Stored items
..............................

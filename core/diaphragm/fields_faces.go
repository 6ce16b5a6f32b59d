package diaphragm

import (
	"hoopsheet/core/air"
	"hoopsheet/core/quantity"
)

// faceChoices gives every kind of face in words.
func faceChoices() []Choice {
	names := map[FaceKind]string{
		FaceOpen:    "open: air passes around the rim",
		FaceBaffled: "baffled: set in a wall",
		FaceCavity:  "cavity: a closed space behind it",
		FaceVacuum:  "vacuum",
	}
	var list []Choice
	for _, kind := range FaceKinds() {
		list = append(list, Choice{Value: string(kind), Name: names[kind]})
	}
	return list
}

// fluidChoices gives every fluid in words.
func fluidChoices() []Choice {
	names := map[air.FluidName]string{
		air.FluidAir:      "air, as below",
		air.FluidNitrogen: "nitrogen, dry",
		air.FluidHelium:   "helium",
		air.FluidSF6:      "sulfur hexafluoride",
		air.FluidWater:    "water",
	}
	var list []Choice
	for _, name := range air.FluidNames() {
		list = append(list, Choice{Value: string(name), Name: names[name]})
	}
	return list
}

func faceFields() []Field {
	upper := func(d *Diaphragm) *Face { return &d.Faces.Upper }
	lower := func(d *Diaphragm) *Face { return &d.Faces.Lower }
	return append(oneFace("upper", upper), oneFace("lower", lower)...)
}

func oneFace(side string, face func(*Diaphragm) *Face) []Field {
	path := "faces." + side
	// with is true where the face is, or is about to be, of one of the kinds.
	with := func(kinds ...FaceKind) func(*Diaphragm, map[string]string) bool {
		return func(d *Diaphragm, drafts map[string]string) bool {
			for _, kind := range kinds {
				if face(d).Kind == kind || drafts[path+".kind"] == string(kind) {
					return true
				}
			}
			return false
		}
	}
	return []Field{
		{
			Path: path + ".kind", Group: GroupFaces, Name: side + " face", Kind: KindChoice,
			Help:    "What the air on this side can do. Open is set for both faces together, because the air passes around the rim.",
			Choices: faceChoices(),
			text:    func(d *Diaphragm) *string { return (*string)(&face(d).Kind) },
		},
		{
			Path: path + ".fluid", Group: GroupFaces, Name: "fluid at the " + side + " face", Kind: KindChoice, Default: string(air.FluidAir),
			Help:    "What lies on this side, at the temperature and pressure below. Open faces have the same on both sides.",
			Choices: fluidChoices(),
			text:    func(d *Diaphragm) *string { return (*string)(&face(d).Fluid) },
			shown:   with(FaceOpen, FaceBaffled, FaceCavity),
		},
		{
			Path: path + ".wall", Group: GroupFaces, Symbol: "d", Name: "wall before the " + side + " face", Kind: KindQuantity, Optional: true,
			Help:      "Distance of a parallel wall or floor, as under a ring on trestles. Leave it empty where none is near.",
			Dimension: quantity.Length, SI: "mm", InchPound: "in", Units: sizeUnits,
			Low: 1e-4, High: 100, Reason: "closer walls touch the sheet and farther ones do not count",
			number: func(d *Diaphragm) *float64 { return &face(d).Wall },
			shown:  with(FaceBaffled),
		},
		{
			Path: path + ".depth", Group: GroupFaces, Symbol: "L", Name: "depth of the " + side + " cavity",
			Kind: KindQuantity, Optional: true, neededWhereShown: true,
			Help:      "Distance from the sheet to the closed end of the space behind it.",
			Dimension: quantity.Length, SI: "mm", InchPound: "in", Units: sizeUnits,
			Low: 1e-4, High: 100, Reason: "closer walls touch the sheet and farther ones are a room",
			number: func(d *Diaphragm) *float64 { return &face(d).Depth },
			shown:  with(FaceCavity),
		},
		{
			Path: path + ".ventArea", Group: GroupFaces, Name: "vent of the " + side + " cavity", Kind: KindQuantity, Optional: true,
			Help:      "Cross-section of a hole or leak to the open. Leave it empty where the cavity is tight.",
			Dimension: quantity.Area, SI: "cm²", InchPound: "in²", Units: []string{"cm²", "mm²", "m²", "in²", "ft²"},
			Low: 1e-10, High: 1000, Reason: "finer leaks count as tight and wider ones are no vent",
			number: func(d *Diaphragm) *float64 { return &face(d).VentArea },
			shown:  with(FaceCavity),
		},
		Field{
			Path: path + ".ventLength", Group: GroupFaces, Name: "length of the " + side + " vent", Kind: KindQuantity, Optional: true,
			Help:      "Length of the passage, such as the thickness of the wall. Leave it empty for a hole in a thin plate.",
			Dimension: quantity.Length, SI: "mm", InchPound: "in", Units: sizeUnits,
			Low: 1e-5, High: 100, Reason: "shorter ones count as none and longer ones are a pipe with sounds of its own",
			number: func(d *Diaphragm) *float64 { return &face(d).VentLength },
		}.where(func(d *Diaphragm) bool { return face(d).Kind == FaceCavity && face(d).VentArea != 0 }),
	}
}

..............................

=== Exercise aim ===
Starting at the first line of the data above, retype each line exactly until you reach the line containing "GroupFaces, Name: side", and include that line too.

=== Answer below ===
filename core/diaphragm/fields_faces.go
repository 6ce16b5a6f32b59d
package diaphragm

import (
	"hoopsheet/core/air"
	"hoopsheet/core/quantity"
)

// faceChoices gives every kind of face in words.
func faceChoices() []Choice {
	names := map[FaceKind]string{
		FaceOpen:    "open: air passes around the rim",
		FaceBaffled: "baffled: set in a wall",
		FaceCavity:  "cavity: a closed space behind it",
		FaceVacuum:  "vacuum",
	}
	var list []Choice
	for _, kind := range FaceKinds() {
		list = append(list, Choice{Value: string(kind), Name: names[kind]})
	}
	return list
}

// fluidChoices gives every fluid in words.
func fluidChoices() []Choice {
	names := map[air.FluidName]string{
		air.FluidAir:      "air, as below",
		air.FluidNitrogen: "nitrogen, dry",
		air.FluidHelium:   "helium",
		air.FluidSF6:      "sulfur hexafluoride",
		air.FluidWater:    "water",
	}
	var list []Choice
	for _, name := range air.FluidNames() {
		list = append(list, Choice{Value: string(name), Name: names[name]})
	}
	return list
}

func faceFields() []Field {
	upper := func(d *Diaphragm) *Face { return &d.Faces.Upper }
	lower := func(d *Diaphragm) *Face { return &d.Faces.Lower }
	return append(oneFace("upper", upper), oneFace("lower", lower)...)
}

func oneFace(side string, face func(*Diaphragm) *Face) []Field {
	path := "faces." + side
	// with is true where the face is, or is about to be, of one of the kinds.
	with := func(kinds ...FaceKind) func(*Diaphragm, map[string]string) bool {
		return func(d *Diaphragm, drafts map[string]string) bool {
			for _, kind := range kinds {
				if face(d).Kind == kind || drafts[path+".kind"] == string(kind) {
					return true
				}
			}
			return false
		}
	}
	return []Field{
		{
			Path: path + ".kind", Group: GroupFaces, Name: side + " face", Kind: KindChoice,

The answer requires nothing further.